◆ DIRECTIONS FOR THIS TASK:
Restate each entry below word for word, without skipping any.

---------- INFORMATION SUPPLIED ----------

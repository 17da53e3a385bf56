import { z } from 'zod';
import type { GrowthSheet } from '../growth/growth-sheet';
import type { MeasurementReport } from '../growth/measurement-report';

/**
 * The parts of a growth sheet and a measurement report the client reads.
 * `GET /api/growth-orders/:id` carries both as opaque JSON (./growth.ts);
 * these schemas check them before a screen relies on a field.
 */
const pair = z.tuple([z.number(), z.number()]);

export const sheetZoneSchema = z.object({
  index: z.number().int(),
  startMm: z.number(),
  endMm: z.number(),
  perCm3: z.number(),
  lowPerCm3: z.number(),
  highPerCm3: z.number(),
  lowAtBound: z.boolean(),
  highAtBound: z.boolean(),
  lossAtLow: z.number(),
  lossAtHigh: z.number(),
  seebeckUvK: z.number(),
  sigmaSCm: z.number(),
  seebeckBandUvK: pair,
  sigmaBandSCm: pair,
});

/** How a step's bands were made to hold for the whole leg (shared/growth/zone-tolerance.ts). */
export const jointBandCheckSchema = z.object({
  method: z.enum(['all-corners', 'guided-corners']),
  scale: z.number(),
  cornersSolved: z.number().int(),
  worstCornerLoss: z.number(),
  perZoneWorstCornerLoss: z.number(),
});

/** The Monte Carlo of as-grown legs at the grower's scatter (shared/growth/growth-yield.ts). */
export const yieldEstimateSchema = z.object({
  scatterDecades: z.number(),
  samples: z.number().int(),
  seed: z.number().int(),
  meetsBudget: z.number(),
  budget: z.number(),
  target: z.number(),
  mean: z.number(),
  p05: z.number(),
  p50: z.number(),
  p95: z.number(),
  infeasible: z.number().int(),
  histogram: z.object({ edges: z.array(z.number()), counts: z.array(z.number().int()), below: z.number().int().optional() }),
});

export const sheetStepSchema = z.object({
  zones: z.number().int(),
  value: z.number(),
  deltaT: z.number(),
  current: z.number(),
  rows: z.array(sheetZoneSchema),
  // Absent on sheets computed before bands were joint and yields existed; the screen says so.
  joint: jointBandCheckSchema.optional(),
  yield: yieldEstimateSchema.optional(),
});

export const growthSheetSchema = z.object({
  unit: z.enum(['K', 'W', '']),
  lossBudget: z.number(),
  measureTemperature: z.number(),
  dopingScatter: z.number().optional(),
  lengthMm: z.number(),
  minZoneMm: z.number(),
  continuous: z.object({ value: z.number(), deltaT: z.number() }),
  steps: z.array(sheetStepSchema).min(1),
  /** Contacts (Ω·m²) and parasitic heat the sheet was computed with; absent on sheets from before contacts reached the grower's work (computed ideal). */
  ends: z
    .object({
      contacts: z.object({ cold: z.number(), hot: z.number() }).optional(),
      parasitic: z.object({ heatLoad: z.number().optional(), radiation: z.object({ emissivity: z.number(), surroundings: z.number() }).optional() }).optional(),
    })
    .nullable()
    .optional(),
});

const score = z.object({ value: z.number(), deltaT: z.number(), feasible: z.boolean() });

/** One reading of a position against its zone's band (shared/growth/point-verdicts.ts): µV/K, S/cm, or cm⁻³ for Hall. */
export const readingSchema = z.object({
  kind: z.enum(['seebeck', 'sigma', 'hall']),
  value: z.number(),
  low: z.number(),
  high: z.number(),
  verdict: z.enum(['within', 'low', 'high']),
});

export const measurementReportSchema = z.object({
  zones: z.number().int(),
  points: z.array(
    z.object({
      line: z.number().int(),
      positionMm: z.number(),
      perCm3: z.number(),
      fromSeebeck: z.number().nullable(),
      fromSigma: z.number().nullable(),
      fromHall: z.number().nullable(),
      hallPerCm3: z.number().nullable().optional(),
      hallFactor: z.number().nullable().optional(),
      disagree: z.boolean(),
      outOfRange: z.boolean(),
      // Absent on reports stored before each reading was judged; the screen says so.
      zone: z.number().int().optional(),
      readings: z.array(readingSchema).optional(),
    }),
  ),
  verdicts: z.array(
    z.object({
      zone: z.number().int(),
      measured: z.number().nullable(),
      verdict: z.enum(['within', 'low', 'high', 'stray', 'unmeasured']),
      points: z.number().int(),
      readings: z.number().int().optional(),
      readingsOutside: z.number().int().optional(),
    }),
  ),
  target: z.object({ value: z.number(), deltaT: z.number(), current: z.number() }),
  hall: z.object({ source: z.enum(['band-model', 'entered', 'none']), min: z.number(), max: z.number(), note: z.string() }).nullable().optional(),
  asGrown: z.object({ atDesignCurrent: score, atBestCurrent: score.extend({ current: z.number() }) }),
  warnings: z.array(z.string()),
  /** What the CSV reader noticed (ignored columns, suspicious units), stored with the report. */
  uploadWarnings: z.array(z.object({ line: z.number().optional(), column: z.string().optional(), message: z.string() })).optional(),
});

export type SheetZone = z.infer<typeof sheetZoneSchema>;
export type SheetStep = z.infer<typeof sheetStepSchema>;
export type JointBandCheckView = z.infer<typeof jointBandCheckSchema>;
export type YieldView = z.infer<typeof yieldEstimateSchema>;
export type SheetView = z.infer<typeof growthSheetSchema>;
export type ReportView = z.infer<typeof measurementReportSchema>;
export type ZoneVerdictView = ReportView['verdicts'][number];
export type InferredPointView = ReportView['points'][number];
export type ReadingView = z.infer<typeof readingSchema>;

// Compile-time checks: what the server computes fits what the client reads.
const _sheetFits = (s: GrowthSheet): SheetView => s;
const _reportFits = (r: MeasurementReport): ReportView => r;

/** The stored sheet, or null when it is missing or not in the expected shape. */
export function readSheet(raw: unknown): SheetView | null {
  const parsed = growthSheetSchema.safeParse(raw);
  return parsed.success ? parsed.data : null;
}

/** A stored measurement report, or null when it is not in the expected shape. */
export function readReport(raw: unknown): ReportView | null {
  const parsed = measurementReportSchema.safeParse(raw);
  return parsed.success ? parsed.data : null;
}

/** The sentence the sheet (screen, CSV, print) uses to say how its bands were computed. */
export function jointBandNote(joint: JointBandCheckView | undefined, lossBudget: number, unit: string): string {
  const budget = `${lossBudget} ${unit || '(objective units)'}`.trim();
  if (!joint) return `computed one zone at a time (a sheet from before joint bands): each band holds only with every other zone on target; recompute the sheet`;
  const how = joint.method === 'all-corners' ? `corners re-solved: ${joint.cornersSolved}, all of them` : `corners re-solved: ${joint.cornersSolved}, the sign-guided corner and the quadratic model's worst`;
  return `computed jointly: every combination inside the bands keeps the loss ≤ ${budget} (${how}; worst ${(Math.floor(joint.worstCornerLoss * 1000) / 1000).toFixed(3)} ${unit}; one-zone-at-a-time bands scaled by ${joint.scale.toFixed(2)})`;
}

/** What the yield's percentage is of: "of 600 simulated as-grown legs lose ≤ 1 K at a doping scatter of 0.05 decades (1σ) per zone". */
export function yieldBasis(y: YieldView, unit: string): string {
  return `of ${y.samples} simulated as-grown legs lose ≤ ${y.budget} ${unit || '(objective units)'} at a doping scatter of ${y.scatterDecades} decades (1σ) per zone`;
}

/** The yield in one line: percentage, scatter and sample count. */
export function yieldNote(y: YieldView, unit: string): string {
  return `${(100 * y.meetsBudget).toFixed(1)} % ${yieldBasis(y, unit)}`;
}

----------

◆ SOLUTION FOR THIS EXERCISE:
repository 17da53e3a385bf56
import { z } from 'zod';
import type { GrowthSheet } from '../growth/growth-sheet';
import type { MeasurementReport } from '../growth/measurement-report';

/**
 * The parts of a growth sheet and a measurement report the client reads.
 * `GET /api/growth-orders/:id` carries both as opaque JSON (./growth.ts);
 * these schemas check them before a screen relies on a field.
 */
const pair = z.tuple([z.number(), z.number()]);

export const sheetZoneSchema = z.object({
  index: z.number().int(),
  startMm: z.number(),
  endMm: z.number(),
  perCm3: z.number(),
  lowPerCm3: z.number(),
  highPerCm3: z.number(),
  lowAtBound: z.boolean(),
  highAtBound: z.boolean(),
  lossAtLow: z.number(),
  lossAtHigh: z.number(),
  seebeckUvK: z.number(),
  sigmaSCm: z.number(),
  seebeckBandUvK: pair,
  sigmaBandSCm: pair,
});

/** How a step's bands were made to hold for the whole leg (shared/growth/zone-tolerance.ts). */
export const jointBandCheckSchema = z.object({
  method: z.enum(['all-corners', 'guided-corners']),
  scale: z.number(),
  cornersSolved: z.number().int(),
  worstCornerLoss: z.number(),
  perZoneWorstCornerLoss: z.number(),
});

/** The Monte Carlo of as-grown legs at the grower's scatter (shared/growth/growth-yield.ts). */
export const yieldEstimateSchema = z.object({
  scatterDecades: z.number(),
  samples: z.number().int(),
  seed: z.number().int(),
  meetsBudget: z.number(),
  budget: z.number(),
  target: z.number(),
  mean: z.number(),
  p05: z.number(),
  p50: z.number(),
  p95: z.number(),
  infeasible: z.number().int(),
  histogram: z.object({ edges: z.array(z.number()), counts: z.array(z.number().int()), below: z.number().int().optional() }),
});

export const sheetStepSchema = z.object({
  zones: z.number().int(),
  value: z.number(),
  deltaT: z.number(),
  current: z.number(),
  rows: z.array(sheetZoneSchema),
  // Absent on sheets computed before bands were joint and yields existed; the screen says so.
  joint: jointBandCheckSchema.optional(),
  yield: yieldEstimateSchema.optional(),
});

export const growthSheetSchema = z.object({
  unit: z.enum(['K', 'W', '']),
  lossBudget: z.number(),
  measureTemperature: z.number(),
  dopingScatter: z.number().optional(),
  lengthMm: z.number(),
  minZoneMm: z.number(),
  continuous: z.object({ value: z.number(), deltaT: z.number() }),
  steps: z.array(sheetStepSchema).min(1),
  /** Contacts (Ω·m²) and parasitic heat the sheet was computed with; absent on sheets from before contacts reached the grower's work (computed ideal). */
  ends: z
    .object({
      contacts: z.object({ cold: z.number(), hot: z.number() }).optional(),
      parasitic: z.object({ heatLoad: z.number().optional(), radiation: z.object({ emissivity: z.number(), surroundings: z.number() }).optional() }).optional(),
    })
    .nullable()
    .optional(),
});

const score = z.object({ value: z.number(), deltaT: z.number(), feasible: z.boolean() });

/** One reading of a position against its zone's band (shared/growth/point-verdicts.ts): µV/K, S/cm, or cm⁻³ for Hall. */
export const readingSchema = z.object({
  kind: z.enum(['seebeck', 'sigma', 'hall']),
  value: z.number(),
  low: z.number(),
  high: z.number(),
  verdict: z.enum(['within', 'low', 'high']),
});

export const measurementReportSchema = z.object({
  zones: z.number().int(),
  points: z.array(
    z.object({
      line: z.number().int(),
      positionMm: z.number(),
      perCm3: z.number(),
      fromSeebeck: z.number().nullable(),
      fromSigma: z.number().nullable(),
      fromHall: z.number().nullable(),
      hallPerCm3: z.number().nullable().optional(),
      hallFactor: z.number().nullable().optional(),
      disagree: z.boolean(),
      outOfRange: z.boolean(),
      // Absent on reports stored before each reading was judged; the screen says so.
      zone: z.number().int().optional(),
      readings: z.array(readingSchema).optional(),
    }),
  ),
  verdicts: z.array(
    z.object({
      zone: z.number().int(),
      measured: z.number().nullable(),
      verdict: z.enum(['within', 'low', 'high', 'stray', 'unmeasured']),
      points: z.number().int(),
      readings: z.number().int().optional(),
      readingsOutside: z.number().int().optional(),
    }),
  ),
  target: z.object({ value: z.number(), deltaT: z.number(), current: z.number() }),
  hall: z.object({ source: z.enum(['band-model', 'entered', 'none']), min: z.number(), max: z.number(), note: z.string() }).nullable().optional(),
  asGrown: z.object({ atDesignCurrent: score, atBestCurrent: score.extend({ current: z.number() }) }),
  warnings: z.array(z.string()),
  /** What the CSV reader noticed (ignored columns, suspicious units), stored with the report. */
  uploadWarnings: z.array(z.object({ line: z.number().optional(), column: z.string().optional(), message: z.string() })).optional(),
});

export type SheetZone = z.infer<typeof sheetZoneSchema>;
export type SheetStep = z.infer<typeof sheetStepSchema>;
export type JointBandCheckView = z.infer<typeof jointBandCheckSchema>;
export type YieldView = z.infer<typeof yieldEstimateSchema>;
export type SheetView = z.infer<typeof growthSheetSchema>;
export type ReportView = z.infer<typeof measurementReportSchema>;
export type ZoneVerdictView = ReportView['verdicts'][number];
export type InferredPointView = ReportView['points'][number];
export type ReadingView = z.infer<typeof readingSchema>;

// Compile-time checks: what the server computes fits what the client reads.
const _sheetFits = (s: GrowthSheet): SheetView => s;
const _reportFits = (r: MeasurementReport): ReportView => r;

/** The stored sheet, or null when it is missing or not in the expected shape. */
export function readSheet(raw: unknown): SheetView | null {
  const parsed = growthSheetSchema.safeParse(raw);
  return parsed.success ? parsed.data : null;
}

/** A stored measurement report, or null when it is not in the expected shape. */
export function readReport(raw: unknown): ReportView | null {
  const parsed = measurementReportSchema.safeParse(raw);
  return parsed.success ? parsed.data : null;
}

/** The sentence the sheet (screen, CSV, print) uses to say how its bands were computed. */
export function jointBandNote(joint: JointBandCheckView | undefined, lossBudget: number, unit: string): string {
  const budget = `${lossBudget} ${unit || '(objective units)'}`.trim();
  if (!joint) return `computed one zone at a time (a sheet from before joint bands): each band holds only with every other zone on target; recompute the sheet`;
  const how = joint.method === 'all-corners' ? `corners re-solved: ${joint.cornersSolved}, all of them` : `corners re-solved: ${joint.cornersSolved}, the sign-guided corner and the quadratic model's worst`;
  return `computed jointly: every combination inside the bands keeps the loss ≤ ${budget} (${how}; worst ${(Math.floor(joint.worstCornerLoss * 1000) / 1000).toFixed(3)} ${unit}; one-zone-at-a-time bands scaled by ${joint.scale.toFixed(2)})`;
}

/** What the yield's percentage is of: "of 600 simulated as-grown legs lose ≤ 1 K at a doping scatter of 0.05 decades (1σ) per zone". */
export function yieldBasis(y: YieldView, unit: string): string {
  return `of ${y.samples} simulated as-grown legs lose ≤ ${y.budget} ${unit || '(objective units)'} at a doping scatter of ${y.scatterDecades} decades (1σ) per zone`;
}

/** The yield in one line: percentage, scatter and sample count. */
export function yieldNote(y: YieldView, unit: string): string {
  return `${(100 * y.meetsBudget).toFixed(1)} % ${yieldBasis(y, unit)}`;
}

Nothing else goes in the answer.